The payroll workflow, start to finish. Blue and orange steps are where Updoot fits in.
In practice, that means Updoot handles the three steps furthest to the left of that diagram: capturing accurate hours as they're worked, approving those timesheets before they move forward, and getting that approved data into a format ready to hand off. What happens from payroll processing onward, tax calculation, direct deposit, filings, is the part a dedicated payroll provider or your accountant is built to handle. Getting the handoff between the two right is most of what a payroll checklist is actually protecting.
Payroll Year-End Checklist
Once a year, a separate set of tasks comes due on top of the regular pay-period routine.
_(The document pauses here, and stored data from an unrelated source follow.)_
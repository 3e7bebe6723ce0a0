"""Tables over nodes: called at once or one by one they are the same; rounding does not break symmetry."""

import math

import numpy as np
import pytest

from tests.refusal import refused
from tmsolve.answer.solve import solve
from tmsolve.declare import Chain, bond, circle, interval, ising, line, site, sphere, weight
from tmsolve.errors import DeclarationError, SolveError
from tmsolve.tabulate.affine import affine_table
from tmsolve.tabulate.tables import SiteTables
from tmsolve.tabulate.whole import whole_table, without_noise


def energy(chain, **values):
    point = chain.at(**values)
    return SiteTables(chain, point.flat(), point.size).table(chain.terms[0])


def by_hand(states, function):
    return np.array([[function(float(s), float(t)) for t in states.values] for s in states.values])


@pytest.mark.parametrize("cosine", [np.cos, math.cos])
def test_functions_at_once_and_one_by_one_give_one_table(cosine):
    states = circle(12)
    table = energy(Chain(states, [bond(lambda s, t, J: -J * cosine(s - t))]), T=1, J=[0.5, 2.0])
    expected = by_hand(states, lambda s, t: -math.cos(s - t))
    assert table == pytest.approx(expected[..., None] * np.array([0.5, 2.0]), rel=1e-14, abs=5e-15)


@pytest.mark.parametrize(
    "function",
    [
        lambda s, t, g: math.inf if s > t else g * g * (s + t),
        lambda s, t, g: g * g * max(s, t),
        lambda s, t, g: g**2 * abs(s - t) ** 3,
        lambda s, t, g: np.where(abs(s - t) > 0.5, np.inf, g * g * s * t),
        lambda s, t, g: g * g * np.sum([s, t]),
        lambda s, t, g: (g if g > 0.6 else 1) * s * t,
    ],
)
def test_any_function_that_scalars_allow(function):
    states = interval(0, 1, 9)
    table = energy(Chain(states, [bond(function)]), T=1, g=[0.5, 0.75])
    for column, g in zip(np.moveaxis(np.broadcast_to(table, (9, 9, 2)), -1, 0), (0.5, 0.75), strict=True):
        assert column == pytest.approx(by_hand(states, lambda s, t: function(s, t, g)), rel=1e-14)  # noqa: B023


def test_vectors_by_their_parts_and_as_tuples():
    states = sphere(3)
    parts = bond(lambda s, t, J: -J * (s[0] * t[0] + s[1] * t[1] + s[2] * t[2]))
    tuples = bond(lambda s, t, J: -J * math.fsum(x * y for x, y in zip(s, t, strict=True)))
    first, second = (energy(Chain(states, [one]), T=1, J=1) for one in (parts, tuples))
    assert first == pytest.approx(second, abs=1e-15)
    assert first.shape == (len(states), len(states), 1)


def test_mixed_cells_of_numbers_and_vectors():
    cell = {"s": ising(), "v": sphere(2)}
    chain = Chain(cell, [bond(lambda s, v, J: -J * s * v[2], ("s", "v"), shift=0)])
    expected = [[-s * v[2] for v in cell["v"].values] for s in (-1, 1)]
    assert energy(chain, T=1, J=1)[..., 0] == pytest.approx(np.array(expected), abs=1e-15)


@pytest.mark.parametrize("cosine", [np.cos, math.cos])
def test_affine_functions_are_recognised(cosine):
    states = circle(7)
    table = affine_table(bond(lambda s, t, J, g: -J * cosine(s - t) + (g - 1) / 2), [states, states])
    assert table.slopes["J"].astype(float) == pytest.approx(by_hand(states, lambda s, t: -math.cos(s - t)), abs=1e-14)
    assert set(table.slopes["g"].ravel()) == {0.5} and set(table.constant.ravel()) == {-0.5}


@pytest.mark.parametrize(
    "function",
    [
        lambda s, J, g: J * g * s,
        lambda s, J, g: J * J * s + g,
        lambda s, J, g: s / J + g,
        lambda s, J, g: J * s if J > 0 else g * s,
        lambda s, J, g: J * s if isinstance(J, float) else 2 * J * s,
        lambda s, J, g: abs(J) * s + g,
        lambda s, J, g: -math.inf * s + J,
    ],
)
def test_what_is_not_affine_is_not_taken_for_it(function):
    assert affine_table(site(function), [line(5)]) is None


def test_a_ufunc_is_an_observable():
    chain = Chain(circle(32), [site(lambda a, h: -h * np.cos(a))], observables={"c": np.cos})
    assert float(solve(chain.at(T=1, h=1)).mean("c")) == pytest.approx(0.44638996589653450705, rel=1e-13)  # I₁(1)/I₀(1)


def test_derivatives_by_parameters_of_any_function():
    chain = Chain(line(48), [site(lambda s, w: w * w * s * s / 2)])
    # Z = (2πT)^(1/2)/w: f = -T ln Z, df/dw = T/w, d²f/dw² = -T/w².
    solution = solve(chain.at(T=1.5, w=1.2))
    assert float(solution.derivative("w")) == pytest.approx(1.5 / 1.2, rel=1e-10)
    assert float(solution.derivative("w", "w")) == pytest.approx(-1.5 / 1.44, rel=1e-9)


def test_weights_on_nodes():
    chain = Chain(interval(0, 2, 16), [weight(lambda s, a: np.exp(-a * s), ("s", 0))])
    assert float(solve(chain.at(T=1, a=3)).free_energy) == pytest.approx(-math.log((1 - math.exp(-6)) / 3), rel=1e-13)


@pytest.mark.parametrize(
    ("function", "error", "fragments"),
    [
        (lambda s, J: J * math.nan, SolveError, ("NaN", "math.inf")),
        (lambda s, J: -math.inf, SolveError, ("inf", "Boltzmann")),
        (lambda s, J: J * 1e300, SolveError, ("1e250", "larger unit")),
        (lambda s, J: s > 1, DeclarationError, ("bool", "delta(s, t)")),
        (lambda s, J: None, DeclarationError, ("None", "return")),
        (lambda s, J: 1 / (s - s), SolveError, ("ZeroDivisionError", "mend")),
    ],
)
def test_bad_functions_are_refused_in_the_usual_words(function, error, fragments):
    chain = Chain(interval(0, 1, 3), [site(function)])
    refused(error, lambda: solve(chain.at(T=1, J=1)), *fragments)


def test_functions_that_are_elementwise_are_called_a_few_times_only():
    calls = []

    def function(s, t, g):
        calls.append(1)
        return g * g * (s - t) ** 2

    states = interval(0, 1, 64)
    table = whole_table(bond(function), [states, states], {"g": np.array([1.0, 2.0])}, 2)
    assert table.shape == (64, 64, 2) and len(calls) < 30


def test_rounding_does_not_break_the_symmetry_of_a_table():
    angles = circle(64)
    table = energy(Chain(angles, [bond(lambda s, t: -np.cos(s - t))]), T=1)[..., 0]
    k = np.arange(64)
    assert (table == table[np.ix_(-k % 64, -k % 64)]).all() and (table == np.roll(table, 1, axis=(0, 1))).all()
    assert len(np.unique(table)) == 33


def test_only_rounding_is_taken_out():
    table = np.array([-2.0, 0.0, 1e-9, 2e-9, 1.0, 1.0 + 1e-12, math.inf, math.inf])[:, None]
    assert (without_noise(table) == table).all()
A payroll year-end checklist typically covers:
- Verify every employee's name, address, and Social Security or tax ID number is current
- Reconcile total wages, withholdings, and deductions for the full year against payroll records
- Confirm any bonuses, commissions, or fringe benefits paid during the year were recorded correctly
- Issue year-end tax forms (such as W-2s for employees and 1099s for contractors) by the applicable deadline
- File required annual payroll tax forms with federal and state agencies
- Update payroll settings for the new year: tax tables, minimum wage changes, and any new benefit elections
- Archive the prior year's payroll records in accordance with your record retention practices
The year-end list is where a business pays for a sloppy pay-period habit all at once, an employee address that was never updated, a rate change that didn't get recorded, hours that were approved late. Keeping the recurring checklist tight all year is what makes the year-end checklist short instead of a scramble.
Common Payroll Checklist Pitfalls
A checklist only protects a business if it's actually followed the same way every time. These are the most common ways payroll goes wrong even with a checklist in place:
- Approving timesheets without actually reviewing them. Rubber-stamping approvals to save time defeats the purpose of the approval step, since it's the last chance to catch a missing punch or an overtime miscalculation before payroll runs.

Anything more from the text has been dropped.